Meal recommendation apparatus, meal recommendation method, and recording medium
Abstract
In order to recommend a meal menu suitable for a user, a meal recommendation apparatus (1) includes: a reception section (11) for receiving physical information or a health condition of a subject user and a request pertaining to a meal menu; a generation section (12) for generating response information including information pertaining to a meal menu which corresponds to the physical information or health condition of the subject user based on the request and the health condition of the subject user using a learned model which has learned pieces of physical information or health conditions of a plurality of second users and meal order histories of the plurality of second users; and an output section (13) for outputting the response information.
Claims
exact text as granted — not AI-modifiedWhat is claimed is:
1 . A meal recommendation apparatus comprising at least one processor, the at least one processor carrying out:
a reception process of receiving physical information or a health condition of a subject user and a request pertaining to a meal menu; a generation process of generating response information including information pertaining to a meal menu which corresponds to the physical information or health condition of the subject user based on the request and a learned model which has learned pieces of physical information or health conditions of a plurality of second users and meal order histories of the plurality of second users; and an output process of outputting the response information.
2 . The meal recommendation apparatus according to claim 1 , wherein:
the at least one processor further carries out a basis information generation process of generating basis information including information pertaining to a person whose physical information or health condition is similar to that of the subject user among the plurality of second users, in the output process, the at least one processor further outputs the basis information.
3 . The meal recommendation apparatus according to claim 1 , wherein:
the learned model is a second user graph that is a graph which includes (i) a node indicating a second user, who is different from the subject user, (ii) nodes each indicating physical information, a health condition, or a meal menu related to the second user, and (iii) links indicating relationships between the nodes, and which has learned the relationships between the nodes.
4 . The meal recommendation apparatus according to claim 3 , wherein:
the at least one processor further carries out a link prediction process of predicting, by link prediction using a subject user graph and the second user graph, a node which links to a node included in the subject user graph from among nodes which are included in the second user graph and indicate meal menus related to the second user, the subject user graph including a plurality of nodes pertaining to the subject user, and the link prediction being carried out for predicting a relationship between nodes which are not connected to each other by a link in the subject user graph and the second user graph; and in the generation process, the at least one processor generates response information including information pertaining to a meal menu which corresponds to the node predicted in the link prediction process.
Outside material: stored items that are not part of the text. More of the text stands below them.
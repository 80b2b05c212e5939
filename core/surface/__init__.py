"""surface"""
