def check_engine(feature: str = "reading and writing GIS files") -> None:
    """Say now, cheaply, when no way to GDAL is installed: what :func:`engine` would raise, without importing.

    The packages are looked up (``importlib.util.find_spec``), not imported:
    rasterio and pyogrio take half a second or more to import (pyogrio brings
    pandas and geopandas), which a run pays where it writes its files. A
    package that is installed but fails to import is reported by
    :func:`engine` there.

    Raises
    ------
    MissingDependencyError
        Neither GDAL's bindings nor rasterio and pyogrio are installed.
    """
    from importlib.util import find_spec

    def found(name: str) -> bool:
        try:
            return find_spec(name) is not None
        except (ImportError, ValueError):
            return False

    if not (found("osgeo") or (found("rasterio") and found("pyogrio"))):
        engine(feature=feature)  # raises the message naming what is missing (or finds what find_spec did not)


def _adapter(name: str | None, feature: str):
    """The adapter module of the engine (:mod:`.gdal_osgeo` or :mod:`.gdal_pypi`)."""
    if engine(name, feature=feature) == "osgeo":
        from . import gdal_osgeo

        return gdal_osgeo
    from . import gdal_pypi

    return gdal_pypi


# -------------------------------------------------------------------------------- CRS


def gdal_crs(crs):
    """The CRS as GDAL gets it: a :class:`pyproj.CRS`, a compound one rebuilt from its parts.

    ``EPSG:7405`` (British National Grid + ODN height, one EPSG code) becomes
    the compound of ``EPSG:27700`` and ``EPSG:5701``: the form a GeoTIFF's
    projected and vertical keys can hold (GDAL writes a single-code compound CRS
    as a user-defined projection and loses its vertical part).
    """
    if crs is None:
        return None
    import pyproj

    from ..crs import parse_crs

    crs = parse_crs(crs)
    if crs.is_compound and len(crs.sub_crs_list) == 2:
        h, v = crs.sub_crs_list
        return pyproj.CRS.from_json_dict(
            {"type": "CompoundCRS", "name": crs.name, "components": [h.to_json_dict(), v.to_json_dict()]}
        )
    return crs


def _crs_from_wkt(wkt: str | None):
    import pyproj

    if not wkt:
        return None
    try:
        return pyproj.CRS.from_user_input(wkt)
    except pyproj.exceptions.CRSError as exc:  # pragma: no cover - GDAL's own WKT
        raise GeoreferenceError(f"cannot read the CRS GDAL returned: {exc}") from exc


def gdal_timestamp(when: _dt.datetime | _dt.date | str | None) -> str:
    """ISO 8601 UTC text with milliseconds (the GeoPackage's form); None: 1970-01-01.

    >>> gdal_timestamp(_dt.date(2024, 5, 14))
    '2024-05-14T00:00:00.000Z'
    """
    if when is None:
        when = _dt.datetime(1970, 1, 1, tzinfo=_dt.timezone.utc)
    if isinstance(when, str):
        return when
    if not isinstance(when, _dt.datetime):
        when = _dt.datetime(when.year, when.month, when.day, tzinfo=_dt.timezone.utc)
    if when.tzinfo is not None:
        when = when.astimezone(_dt.timezone.utc)
    return when.strftime("%Y-%m-%dT%H:%M:%S.") + f"{when.microsecond // 1000:03d}Z"


def _tiff_datetime(when) -> str:
    """TIFF 6.0 DateTime tag text, ``YYYY:MM:DD HH:MM:SS``."""
    iso = gdal_timestamp(when)
    return iso[:10].replace("-", ":") + " " + iso[11:19]


# ---------------------------------------------------------------------- atomic output


@contextlib.contextmanager
def _atomic_files(target: Path):
    """Yield a path in a hidden temporary folder beside ``target``; move its files in on success.

    GDAL may write side-cars (``x.prj``, ``x.asc.aux.xml``) next to the file;
    they are moved too, before the main file, each by an atomic rename.
    """
    target = Path(os.fspath(target))
    if target.is_dir():
        raise OutputError(f"output path '{target}' is a folder; give a file name")
    try:
        folder = Path(tempfile.mkdtemp(prefix=f".{target.stem}.", suffix=".tmp", dir=target.parent))
    except OSError as exc:
        raise OutputError(
            f"cannot create a file in the output folder '{target.parent}': {exc.strerror or exc}; "
            "choose a folder you can write to"
        ) from exc
    try:
        yield folder / target.name
        made = sorted(folder.iterdir(), key=lambda p: p.name == target.name)  # main file last
        if not made or made[-1].name != target.name:
            raise OutputError(f"GDAL did not write '{target.name}'")
        for p in made:
            try:
                os.replace(p, target.parent / p.name)
            except OSError as exc:
                raise OutputError(
                    f"cannot replace '{target.parent / p.name}': {exc.strerror or exc}; is it open in another "
                    "program (close it there) or read-only?"
                ) from exc
    finally:
        shutil.rmtree(folder, ignore_errors=True)
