def _safe_solve(A, b):
    """Solve stacked symmetric systems ``A x = b`` after Jacobi scaling; singular ones give 0.

    p = 2 and 3 by the closed-form adjugate of a symmetric matrix (no LAPACK
    call per system); other sizes through :func:`_inv_small`.
    """
    d = np.sqrt(np.abs(A.diagonal(axis1=1, axis2=2)))
    d = np.where(d > 0, d, 1.0)
    a = A / (d[:, :, None] * d[:, None, :])
    bs = b / d
    p = A.shape[-1]
    with np.errstate(divide="ignore", invalid="ignore", over="ignore"):
        if p == 3:
            a00, a01, a02, a11, a12, a22 = a[:, 0, 0], a[:, 0, 1], a[:, 0, 2], a[:, 1, 1], a[:, 1, 2], a[:, 2, 2]
            c00 = a11 * a22 - a12 * a12
            c01 = a02 * a12 - a01 * a22
            c02 = a01 * a12 - a02 * a11
            c11 = a00 * a22 - a02 * a02
            c12 = a01 * a02 - a00 * a12
            c22 = a00 * a11 - a01 * a01
            det = a00 * c00 + a01 * c01 + a02 * c02
            b0, b1, b2 = bs[:, 0], bs[:, 1], bs[:, 2]
            x = np.empty_like(bs)
            inv_det = 1.0 / det
            x[:, 0] = (c00 * b0 + c01 * b1 + c02 * b2) * inv_det
            x[:, 1] = (c01 * b0 + c11 * b1 + c12 * b2) * inv_det
            x[:, 2] = (c02 * b0 + c12 * b1 + c22 * b2) * inv_det
        elif p == 2:
            a00, a01, a11 = a[:, 0, 0], a[:, 0, 1], a[:, 1, 1]
            det = a00 * a11 - a01 * a01
            x = np.column_stack([a11 * bs[:, 0] - a01 * bs[:, 1], a00 * bs[:, 1] - a01 * bs[:, 0]]) / det[:, None]
        else:
            inv, det = _inv_small(a)
            x = np.matmul(inv, bs[:, :, None])[:, :, 0]
    good = (det > 0) & np.all(np.isfinite(x), axis=1)
    x[~good] = 0.0
    return x / d


def _row_median(values, mask):
    """Median of each row over ``mask`` (NaN for empty rows)."""
    v = np.where(mask, values, np.inf)
    v = np.sort(v, axis=1)
    c = mask.sum(axis=1)
    lo = np.clip((c - 1) // 2, 0, v.shape[1] - 1)
    hi = np.clip(c // 2, 0, v.shape[1] - 1)
    med = 0.5 * (np.take_along_axis(v, lo[:, None], 1)[:, 0] + np.take_along_axis(v, hi[:, None], 1)[:, 0])
    return np.where(c > 0, med, np.nan)


def _distinct_count(key, mask, resolution):
    """Number of distinct values of ``key`` (rounded to ``resolution``) per row."""
    k = np.where(mask, np.round(key / resolution), np.inf)
    k = np.sort(k, axis=1)
    new = np.isfinite(k[:, 1:]) & (k[:, 1:] != k[:, :-1])
    return np.isfinite(k[:, 0]).astype(int) + new.sum(axis=1)


# --------------------------------------------------------------------------- models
5 . The meal recommendation apparatus according to claim 4 , wherein:
in the reception process, the at least one processor receives input of a condition for the second user graph; and in the link prediction process, the at least one processor predicts, from among nodes that indicate meal menus and are included in a second user graph satisfying the condition, a node which links to a node included in the subject user graph.
6 . The meal recommendation apparatus according to claim 4 , wherein:
the at least one processor further carries out an evaluation process of evaluating, based on another node included in the second user graph including the node predicted by in the link prediction process, a recommendation level, for the subject user, of a meal menu indicated by the node.
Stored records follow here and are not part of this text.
"""The surface step the pipeline calls: scattered reflector points to a grid.

:func:`interpolate_surface` runs kriging (with its standard deviation and
leave-one-out cross-validation) or the smoothing spline over a
:class:`~rockhead.core.grid.GridSpec` and masks the cells farther than
:func:`default_max_distance` from every datum; :func:`cross_validate` is the
leave-one-out check of kriging on its own. The result type
:class:`~.base.SurfaceGrid` lives in :mod:`~.base`, beside the gridders that
make it.
"""

from __future__ import annotations

import math
from typing import Any, Mapping, Optional, Union

import numpy as np
from numpy.typing import ArrayLike
from scipy.spatial import cKDTree

from ..errors import SurfaceError
from ..grid import GridSpec
from ..progress import NullProgress, Progress, SubProgress, check_cancel
from .base import CrossValidation, SurfaceGrid, check_points
from .kriging import OrdinaryKriging, choose_variogram
from .spline import ThinPlateSpline
from .variogram import VariogramModel

__all__ = ["cross_validate", "default_max_distance", "interpolate_surface"]


def cross_validate(
    x: ArrayLike,
    y: ArrayLike,
    z: ArrayLike,
    error_variance: ArrayLike | None = None,
    *,
    variogram: Union[VariogramModel, str] = "auto",
    neighbours: Optional[int] = 32,
    variogram_model: str = "auto",
    progress: Optional[Progress] = None,
    max_points: Optional[int] = None,
) -> CrossValidation:
    """Leave-one-out cross-validation of ordinary kriging.

    See :meth:`~.kriging.OrdinaryKriging.cross_validate`.

    Parameters
    ----------
    x, y : array_like (n,)
        Easting and northing of the data (m).
    z : array_like (n,)
        Values (m).
    error_variance : array_like (n,) or float, optional
        Measurement-error variance of each datum (m^2); default 0.
    variogram : VariogramModel or "auto"
        The model, or "auto" to fit one (see :func:`~.kriging.choose_variogram`).
    neighbours : int or None
        Kriging neighbourhood size (None = global).
    variogram_model : str
        Model fitted with ``variogram="auto"``: "auto", "spherical",
        "exponential" or "gaussian".
    progress : Progress, optional
        Progress sink, checked between chunks.
    max_points : int, optional
        Validate a random subset of this many data (default all).

    Returns
    -------
    CrossValidation
        Per-point estimate, residual, std and standardised residual (m), and
        the summary: mean error, RMSE, mean standardised squared error (~1 when
        the model is right) and the fraction within 2 sigma (~0.95).
    """
    ok = OrdinaryKriging(variogram, neighbours=neighbours, variogram_model=variogram_model)
    return ok.fit(x, y, z, error_variance).cross_validate(progress, max_points=max_points)


def default_max_distance(x: ArrayLike, y: ArrayLike, variogram: VariogramModel | None = None) -> float:
    """Return the default masking distance (m).

    15 % of the diagonal of the data bounding box, and not more than the
    variogram range (beyond it kriging returns the mean), but never less than
    the median distance between neighbouring data (so that the cells between
    data along a line are mapped even when the fitted range collapses, e.g.
    over a flat reflector). A rule of this project, to be overridden with
    site knowledge (``[processing] max_distance_m``).

    Parameters
    ----------
    x, y : array_like (n,)
        Easting and northing of the data (m).
    variogram : VariogramModel, optional
        The kriging model, whose range caps the distance.

    Returns
    -------
    float
        Masking distance (m).

    >>> default_max_distance([0, 10, 20, 300], [0, 0, 0, 400])  # diagonal 500 m
    75.0
    >>> default_max_distance([0, 20, 40, 60], [0, 0, 0, 0])  # one line: the 20 m spacing
    20.0
    """
    xa = np.asarray(x, float)
    ya = np.asarray(y, float)
    d = 0.15 * math.hypot(np.ptp(xa), np.ptp(ya))
    if variogram is not None:
        d = min(d, variogram.range_m)
    if xa.size > 1:
        nn = cKDTree(np.column_stack([xa, ya])).query(np.column_stack([xa, ya]), k=2)[0][:, 1]
        d = max(d, float(np.median(nn)))
    return float(d)


def _checked(x, y, z, sigma):
    """Checked data and measurement-error variances (m²) from standard errors (m)."""
    if sigma is not None:
        sig = np.asarray(sigma, dtype=float)
        if np.any(sig < 0):
            raise SurfaceError(
                f"sigma must be >= 0 (m), got {float(sig[sig < 0].ravel()[0])!r}; give the standard error of "
                "each elevation, 0 for an exact one"
            )
        e = np.square(sig)
    else:
        e = None
    return check_points(x, y, z, e)


def kriging_model(
    x: ArrayLike,
    y: ArrayLike,
    z: ArrayLike,
    sigma: ArrayLike | None = None,
    neighbours: Optional[int] = 32,
    variogram_model: str = "auto",
) -> OrdinaryKriging:
    """The fitted kriging model :func:`interpolate_surface` grids with (same checks, same variogram choice).

    Parameters
    ----------
    x, y, z : array_like (n,)
        Easting, northing (m) and value (m).
    sigma : array_like (n,) or float, optional
        Standard error of each value (m), >= 0.
    neighbours : int or None
        Local neighbourhood size (None = global).
    variogram_model : str
        "auto" or a model name (:func:`~.kriging.choose_variogram`).

    Returns
    -------
    OrdinaryKriging
        Fitted (``variogram_`` is the chosen model).
    """
    xa, ya, za, ev = _checked(x, y, z, sigma)
    variogram, _ = choose_variogram(xa, ya, za, ev, variogram_model, neighbours=neighbours)
    return OrdinaryKriging(variogram, neighbours=neighbours).fit(xa, ya, za, ev)


def interpolate_surface(
    x: ArrayLike,
    y: ArrayLike,
    z: ArrayLike,
    sigma: ArrayLike | None = None,
    spec: GridSpec | None = None,
    method: str = "kriging",
    neighbours: Optional[int] = 32,
    variogram_model: str = "auto",
    max_distance_m: float | None = None,
    progress: Optional[Progress] = None,
    variogram: VariogramModel | None = None,
    cv_max_points: int = 20000,
    variogram_starts: Optional[Mapping[str, VariogramModel]] = None,
) -> tuple[SurfaceGrid, dict[str, Any]]:
    """Reflector surface on a grid, with diagnostics (the pipeline's call).

    Parameters
    ----------
    x, y : array_like (n,)
        Easting and northing of the reflector points (m).
    z : array_like (n,)
        Reflector elevation (m).
    sigma : array_like (n,) or float, optional
        Standard error of each elevation (m), >= 0; 0 (or tiny) for boreholes.
        Its square is the measurement-error variance on the kriging diagonal
        (and the relative smoothing weight of the spline).
    spec : GridSpec, optional
        The grid; default :meth:`GridSpec.from_data`.
    method : str
        "kriging" or "spline".
    neighbours : int or None
        Local neighbourhood size (None = global).
    variogram_model : str
        "auto" (default: the best of spherical, exponential and gaussian by
        leave-one-out log score, see :func:`~.kriging.choose_variogram`) or one of them.
    max_distance_m : float, optional
        Mask distance (m); default :func:`default_max_distance`.
    progress : Progress, optional
        Progress sink; cancellation is checked between chunks.
    variogram : VariogramModel, optional
        Use this model instead of fitting one.
    cv_max_points : int
        Leave-one-out cross-validation of at most this many data (random,
        seeded), each estimated from all others.
    variogram_starts : mapping of str to VariogramModel, optional
        Candidate models fitted to nearly the same data (``variogram_fitted``
        of an earlier call), each refitted from there alone (``starts`` of
        :func:`~.kriging.choose_variogram`).

    Returns
    -------
    surface : SurfaceGrid
        Elevation (m) and its std (m; NaN for the spline) on ``spec``.
    diagnostics : dict
        ``method``, ``n_data``, ``experimental_variogram``
        (ExperimentalVariogram or None), ``variogram`` (VariogramModel used,
        kriging), ``variogram_fitted`` (model name -> model before the nugget
        split), ``variogram_scores`` (model name -> log score, with "auto"),
        ``cross_validation`` (CrossValidation; for the spline std is NaN),
        ``smoothing`` (spline), ``max_distance_m``, ``n_cells``,
        ``n_cells_estimated``.

    Raises
    ------
    SurfaceError
        A negative sigma, bad data or an unknown method.
    InversionError
        Too few data, or a kriging system that cannot be solved.
    CancelledError
        The user cancelled.
    """
    sink: Progress = progress or NullProgress()
    xa, ya, za, ev = _checked(x, y, z, sigma)
    if spec is None:
        spec = GridSpec.from_data(xa, ya)
    diag: dict[str, Any] = {
        "method": method,
        "n_data": int(xa.size),
        "experimental_variogram": None,
        "variogram": None,
        "variogram_fitted": None,
        "variogram_scores": None,
        "smoothing": None,
    }
    model: Union[OrdinaryKriging, ThinPlateSpline]
    if method == "kriging":
        check_cancel(sink)
        if variogram is None:
            variogram, info = choose_variogram(
                xa, ya, za, ev, variogram_model, neighbours=neighbours, starts=variogram_starts
            )
            diag["experimental_variogram"] = info["experimental_variogram"]
            diag["variogram_fitted"] = info["fitted"]
            diag["variogram_scores"] = info["scores"]
        check_cancel(sink)
        sink.set_progress(5)
        kriging = OrdinaryKriging(variogram, neighbours=neighbours).fit(xa, ya, za, ev)
        diag["variogram"] = kriging.variogram_
        diag["cross_validation"] = kriging.cross_validate(SubProgress(sink, 5, 25), max_points=cv_max_points)
        model = kriging
        p0 = 25
    elif method == "spline":
        spline = ThinPlateSpline("auto", neighbours=neighbours).fit(xa, ya, za, ev)
        diag["smoothing"] = spline.smoothing_
        diag["cross_validation"] = spline.cv_  # 5-fold, std NaN; None with a fixed smoothing
        model = spline
        p0 = 20
    else:
        raise SurfaceError(
            f"method must be 'kriging' or 'spline', got {method!r}; choose one of them ([processing] surface_method)"
        )
    if max_distance_m is None:
        max_distance_m = default_max_distance(xa, ya, diag["variogram"])
    diag["max_distance_m"] = float(max_distance_m)
    surf = model.grid(spec, max_distance_m, SubProgress(sink, p0, 100))
    diag["n_cells"] = spec.size
    diag["n_cells_estimated"] = int((~surf.mask).sum())
    sink.set_progress(100)
    return surf, diag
7 . The meal recommendation apparatus according to claim 3 , wherein:
the at least one processor further carries out a link prediction process of identifying a second user who has a predetermined relationship with the subject user by link prediction using a subject user graph and a plurality of second user graphs, the subject user graph including a plurality of nodes pertaining to the subject user, the plurality of second user graphs having been respectively generated for a plurality of second users, and the link prediction being carried out for predicting a relationship between nodes which are not connected to each other by a link in the subject user graph and the plurality of second user graphs; and in the generation process, the at least one processor generates response information including information pertaining to a meal menu related to the second user who has been identified in the link prediction process.
8 . The meal recommendation apparatus according to claim 7 , wherein:
in the link prediction process, the at least one processor identifies a second user who is similar to the subject user; and in the generation process, the at least one processor generates response information that recommends, to the subject user, a meal menu indicated by a node included in a second user graph of the second user who has been identified in the link prediction process.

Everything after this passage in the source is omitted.